I have two Cisco VPNs at my company, one is IPSec (the one for 'vpnclient') and the other through SSL (for 'anyconnect'). I just recently installed gentoo directly on my laptop, previously I ran it through vmware on windows, and connected both VPNs on windows.

Now, when I try to connect from gentoo to any of them using the exact same configuration, it connects properly, shows the welcome banner, sets up all routes, but does not tunnel any traffic -- if I try to ping, telnet or ssh any IP from the VPN, it just hangs indefinitely.

For the second VPN I use openconnect with configuration copied from another computer (where it works), it stays "connected" and doesn't show any errors.

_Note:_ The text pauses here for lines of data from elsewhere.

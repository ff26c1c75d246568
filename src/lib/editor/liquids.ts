// The scene's liquids as the Liquids panel edits them: a new liquid from a preset, which standing liquids and spouts
// use a liquid, why a liquid cannot be removed, and problems with a liquid's fields in words. Pure functions; the
// panel changes the document through setSection('liquids', …) so every edit is one undoable command.
import { VISCOSITY_RANGE, type Liquid } from '../scene/schema';
import type { LiquidPreset } from '../scene/liquids';
import { GROUP_LABEL, type EditorDoc, type ItemRef } from './document';

/** The standing liquids and spouts that use liquid `id`. */
export function liquidUsers(doc: EditorDoc, id: string): ItemRef[] {
  return [
    ...doc.pours.filter((p) => p.liquid === id).map((p) => ({ group: 'pours' as const, id: p.id })),
    ...doc.spouts.filter((s) => s.liquid === id).map((s) => ({ group: 'spouts' as const, id: s.id })),
  ];
}

/** "Spout “jet” and Standing liquid “pool”" — the items in words. */
export function itemsInWords(refs: readonly ItemRef[]): string {
  const words = refs.map((r) => `${GROUP_LABEL[r.group]} “${r.id}”`);
  return words.length <= 1 ? words.join('') : `${words.slice(0, -1).join(', ')} and ${words[words.length - 1]}`;
}

/** Why liquid `id` cannot be removed, in words, or null when it can. */
export function whyNotRemovable(doc: EditorDoc, id: string): string | null {
  const users = liquidUsers(doc, id);
  const used = users.length ? `${itemsInWords(users)} ${users.length === 1 ? 'uses' : 'use'} it` : '';
  if (doc.liquids.length <= 1) return `${used ? `${used}, and a` : 'A'} scene needs at least one liquid.`;
  if (!used) return null;
  return `${used}: pick another liquid there before removing it.`;
}

/** A liquid id not yet used in the scene, from `base` ("thick-paint", "thick-paint-2", …). */
export function freeLiquidId(doc: EditorDoc, base: string): string {
  const taken = new Set(doc.liquids.map((l) => l.id));
  const stem = base.toLowerCase().replace(/[^a-z0-9]+/g, '-').replace(/^-+|-+$/g, '').slice(0, 56) || 'liquid';
  if (!taken.has(stem)) return stem;
  for (let n = 2; ; n++) if (!taken.has(`${stem}-${n}`)) return `${stem}-${n}`;
}

/** A new liquid for the scene from a preset: the preset's name, colour and viscosity, under a free id. */
export function liquidFromPreset(doc: EditorDoc, preset: LiquidPreset): Liquid {
  const names = new Set(doc.liquids.map((l) => l.name));
  let name = preset.name;
  for (let n = 2; names.has(name); n++) name = `${preset.name} ${n}`;
  return { id: freeLiquidId(doc, preset.key), name, colour: preset.colour, viscosity: preset.viscosity };
}

/** The liquids with liquid `id` replaced by `next`. */
export function replaceLiquid(liquids: readonly Liquid[], id: string, next: Liquid): Liquid[] {
  return liquids.map((l) => (l.id === id ? next : l));
}

/** What is wrong with a liquid's name, colour or viscosity, in words (empty: nothing). */
export function liquidProblems(liquid: Liquid): string[] {
  const out: string[] = [];
  if (liquid.name.trim().length === 0) out.push('Give the liquid a name.');
  if (liquid.name.length > 80) out.push('The name can be at most 80 characters.');
  if (!/^#[0-9A-Fa-f]{6}$/.test(liquid.colour)) out.push('The colour must be a colour like #3A8FB7.');
  if (!(liquid.viscosity >= VISCOSITY_RANGE.min && liquid.viscosity <= VISCOSITY_RANGE.max)) {
    out.push(`Viscosity must be between ${VISCOSITY_RANGE.min} and ${VISCOSITY_RANGE.max} m²/s.`);
  }
  return out;
}

/** A kinematic viscosity (m²/s) for people: "1 × 10⁻⁶ m²/s". */
export function viscosityText(nu: number): string {
  if (nu === 0) return '0 m²/s (no viscosity)';
  const exp = Math.floor(Math.log10(nu) + 1e-9);
  const mant = +(nu / 10 ** exp).toPrecision(3);
  if (exp === 0) return `${mant} m²/s`;
  const sup = String(exp).replace(/[-0-9]/g, (c) => '⁻⁰¹²³⁴⁵⁶⁷⁸⁹'['-0123456789'.indexOf(c)]);
  return `${mant === 1 ? '' : `${mant} × `}10${sup} m²/s`;
}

For the first VPN I use vpnc with configuration converted from vpnclient's .pfc file, after connecting it stays open for 30 seconds and then exits with message "no response from target"...

My router allows VPN traffic and I didn't install any firewalls yet. Routes set by the clients are exactly the same as on other computers where the VPNs do work. I've enabled in kernel all options mentioned in VPN howtos on gentoo wiki (and much more). After hours of digging I ran out of ideas. Could anyone tell me what's happening or point me where to look next?  :Smile: 

Should I post some more logs/configs to help?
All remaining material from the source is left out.